Work request: Could you show all lines in the entries below that contain the string "shaped"?

◇ ◇ ◇ ◇ ◇

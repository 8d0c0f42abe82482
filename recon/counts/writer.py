"""Writing records of counts: row by row, visible at once, and continued after a crash."""

from __future__ import annotations

from pathlib import Path

import h5py

from recon.files import atomic_path


def _recovered(path: Path) -> None:
    """Copy what a writer that died left to a file without its mark, in the old one's place."""
    with atomic_path(path) as temporary:
        temporary.unlink()
        with (
            h5py.File(path, "r", libver="latest", swmr=True) as old,
            h5py.File(temporary, "x", libver="latest") as new,
        ):
            for name in old:
                old.copy(name, new)
            for name, value in old.attrs.items():
                new.attrs[name] = value
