"""Frames to complex samples: least squares in every window, with lines that span the whole shot.

The normalised frames y_f of one channel and shot are modelled as

    y = Σ_m 1_m(f) [c_m + d_m f + Re B_m cos θ_f + Im B_m sin θ_f] + Σ_k u_k l_k(t_f) + noise,

θ_f = 2π f₀ t_f: a level, a slope and a complex sample per window m, and lines l_k (the calibration
tone, mains pickup) of free amplitude and phase over the shot. Least squares rejects the image
exactly, whatever the alias, and is indifferent to slow drift. With P_m the pseudo-inverse of a
window's four columns, M what windows cannot explain, and L the lines,

    u = (Lᵀ M L)⁻¹ Lᵀ M y,    B = P (y − L u).
"""

from __future__ import annotations

from collections.abc import Sequence
from dataclasses import dataclass

import numpy as np
from numpy.typing import NDArray

from recon.counts.acquisition import Acquisition
from recon.errors import InputError
from recon.instrument import Instrument
from recon.protocol import Protocol

FloatArray = NDArray[np.floating]
Frames = NDArray[np.float32]
ComplexArray = NDArray[np.complexfloating]

DISTINCT = 0.01
"""Share of a line that must remain when windows and other lines have explained what they can."""


@dataclass(frozen=True)
class Line:
    """A line over the whole shot: what it is, and its frequency among the frames, Hz."""

    name: str
    frequency: float


@dataclass(frozen=True, eq=False)
class Demodulator:
    """The linear map from frames to samples and lines, the same for every shot and channel.

    Attributes
    ----------
    quadratures
        The rows of P that give samples, float32 (windows, 2, frames per window).
    lines
        What the lines are.
    to_lines
        (Lᵀ M L)⁻¹ Lᵀ M, float32 (2 lines, frames); cosine before sine.
    leakage
        P L, float32 (windows · 2, 2 lines).
    level
        Basis of each window, float64 (windows, frames per window, 4).
    unexplained
        M, float32 (windows, frames per window, frames per window).
    line_columns
        L, float32 (frames, 2 lines).
    noise_factor
        E|n|² of a sample over the variance of a frame, mean over the windows.
    line_variance
        Variance of each line's two amplitudes over that of a frame, (2 lines,).
    """

    quadratures: Frames
    lines: tuple[Line, ...]
    to_lines: Frames
    leakage: Frames
    level: FloatArray
    unexplained: Frames
    line_columns: Frames
    noise_factor: float
    line_variance: FloatArray

    @classmethod
    def build(
        cls,
        acquisition: Acquisition,
        instrument: Instrument,
        protocol: Protocol,
        lines: Sequence[Line] = (),
    ) -> Demodulator:
        """Work out the map.

        Raises
        ------
        InputError
            A line cannot be told from the samples or from another line.
        """
        angle = acquisition.frame_angles(instrument, protocol)
        level = window_columns(angle)
        inverse = np.linalg.pinv(level)
        columns = line_columns(lines, acquisition, protocol)
        windows, frames = angle.shape
        shaped = columns.reshape(windows, frames, -1)
        rest = shaped - level @ (inverse @ shaped)
        rest = rest.reshape(windows * frames, -1)
        normal = rest.T @ rest
        remains = remaining_share(normal, columns)
        if len(lines) and remains < DISTINCT:
            raise _blended(lines, normal, columns)
        to_lines = np.linalg.solve(normal, rest.T) if len(lines) else rest.T
        leakage = (inverse[:, 2:] @ shaped).reshape(2 * windows, -1)
        variance = np.linalg.inv(normal) if len(lines) else normal
        own = np.linalg.inv(np.swapaxes(level, 1, 2) @ level)[:, (2, 3), (2, 3)].sum()
        extra = float(np.einsum("wk,kl,wl->", leakage, variance, leakage))
        return cls(
            np.ascontiguousarray(inverse[:, 2:], np.float32),
            tuple(lines),
            np.ascontiguousarray(to_lines, np.float32),
            np.ascontiguousarray(leakage, np.float32),
            level,
            np.asarray(np.eye(frames) - level @ inverse, np.float32),
            columns.astype(np.float32),
            (own + extra) / windows,
            np.asarray(np.diag(variance)),
        )

    def apply(self, frames: Frames) -> tuple[ComplexArray, ComplexArray]:
        """Samples (windows, channels) and line amplitudes (lines, channels), complex64.

        A line is Re[u exp(−i 2π f t)], as samples are; `frames` is float32 (frames, channels).
        """
        sums = self.begin(frames.shape[1])
        self.add(slice(0, len(self.quadratures)), frames, sums)
        return self.finish(sums)

    def begin(self, channels: int) -> tuple[Frames, Frames]:
        """Empty quadratures (windows, 2, channels) and line sums, for `add`."""
        windows = len(self.quadratures)
        return (
            np.empty((windows, 2, channels), np.float32),
            np.zeros((2 * len(self.lines), channels), np.float32),
        )

    def add(self, windows: slice, frames: Frames, sums: tuple[Frames, Frames]) -> None:
        """Enter the frames of some windows, (frames, channels)."""
        parts, found = sums
        per_window = self.quadratures.shape[2]
        shaped = frames.reshape(-1, per_window, frames.shape[1])
        np.matmul(self.quadratures[windows], shaped, out=parts[windows])
        if self.lines:
            those = slice(windows.start * per_window, windows.stop * per_window)
            found += self.to_lines[:, those] @ frames

    def finish(self, sums: tuple[Frames, Frames]) -> tuple[ComplexArray, ComplexArray]:
        """What `apply` gives, once all windows are entered."""
        parts, found = sums
        amplitudes = np.empty((len(self.lines), parts.shape[2]), np.complex64)
        if self.lines:
            parts -= (self.leakage @ found).reshape(parts.shape)
            amplitudes.real, amplitudes.imag = found[0::2], found[1::2]
        samples = np.empty((len(parts), parts.shape[2]), np.complex64)
        samples.real, samples.imag = parts[:, 0], parts[:, 1]
        return samples, amplitudes

    def residuals(self, frames: Frames) -> Frames:
        """What neither samples nor lines explain, (frames, channels)."""
        windows, per_window, _ = self.level.shape
        left = frames - self.line_columns @ (self.to_lines @ frames) if self.lines else frames
        shaped = left.reshape(windows, per_window, -1)
        return np.asarray((self.unexplained @ shaped).reshape(frames.shape))

    @property
    def freedom(self) -> int:
        """Frames of a shot less fitted parameters: what residuals are divided by."""
        windows, per_window, fitted = self.level.shape
        return windows * (per_window - fitted) - 2 * len(self.lines)


def window_columns(angle: FloatArray) -> FloatArray:
    """Level, slope, cosine and sine of every window, (windows, frames per window, 4)."""
    frames = angle.shape[1]
    slope = np.broadcast_to(np.linspace(-1, 1, frames), angle.shape)
    return np.stack([np.ones_like(angle), slope, np.cos(angle), np.sin(angle)], axis=-1)


def line_columns(
    lines: Sequence[Line], acquisition: Acquisition, protocol: Protocol
) -> NDArray[np.float64]:
    """Cosine and sine of every line at the frames, (frames, 2 lines)."""
    times = acquisition.frame_times(protocol).ravel()
    columns = np.empty((times.size, 2 * len(lines)))
    for place, line in enumerate(lines):
        turns = line.frequency * times
        angle = 2 * np.pi * (turns - np.floor(turns))
        columns[:, 2 * place], columns[:, 2 * place + 1] = np.cos(angle), np.sin(angle)
    return columns


def remaining_share(normal: FloatArray, columns: FloatArray) -> float:
    """Least share of any mixture of lines that windows and the other lines do not explain."""
    return float(np.sqrt(max(shares(normal, columns)[0][0], 0))) if normal.size else 1.0


def shares(normal: FloatArray, columns: FloatArray) -> tuple[FloatArray, FloatArray]:
    """Eigenvalues and vectors of the lines' normal matrix relative to the lines' own size."""
    whole = np.sqrt((columns**2).sum(axis=0))
    values, vectors = np.linalg.eigh(normal / np.maximum(np.outer(whole, whole), 1e-30))
    return values, vectors


def _blended(lines: Sequence[Line], normal: FloatArray, columns: FloatArray) -> InputError:
    line = lines[int(np.argmax(np.abs(shares(normal, columns)[1][:, 0]))) // 2]
    return InputError(
        f"{line.name} at {line.frequency:.6g} Hz cannot be told from the samples or another "
        "line among these frames",
        "acquisition",
        "move it, take more frames per window, or leave it out",
    )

◇ ◇ ◇ ◇ ◇

Result of this exercise:
        shaped = columns.reshape(windows, frames, -1)
        rest = shaped - level @ (inverse @ shaped)
        leakage = (inverse[:, 2:] @ shaped).reshape(2 * windows, -1)
        shaped = frames.reshape(-1, per_window, frames.shape[1])
        np.matmul(self.quadratures[windows], shaped, out=parts[windows])
        shaped = left.reshape(windows, per_window, -1)
        return np.asarray((self.unexplained @ shaped).reshape(frames.shape))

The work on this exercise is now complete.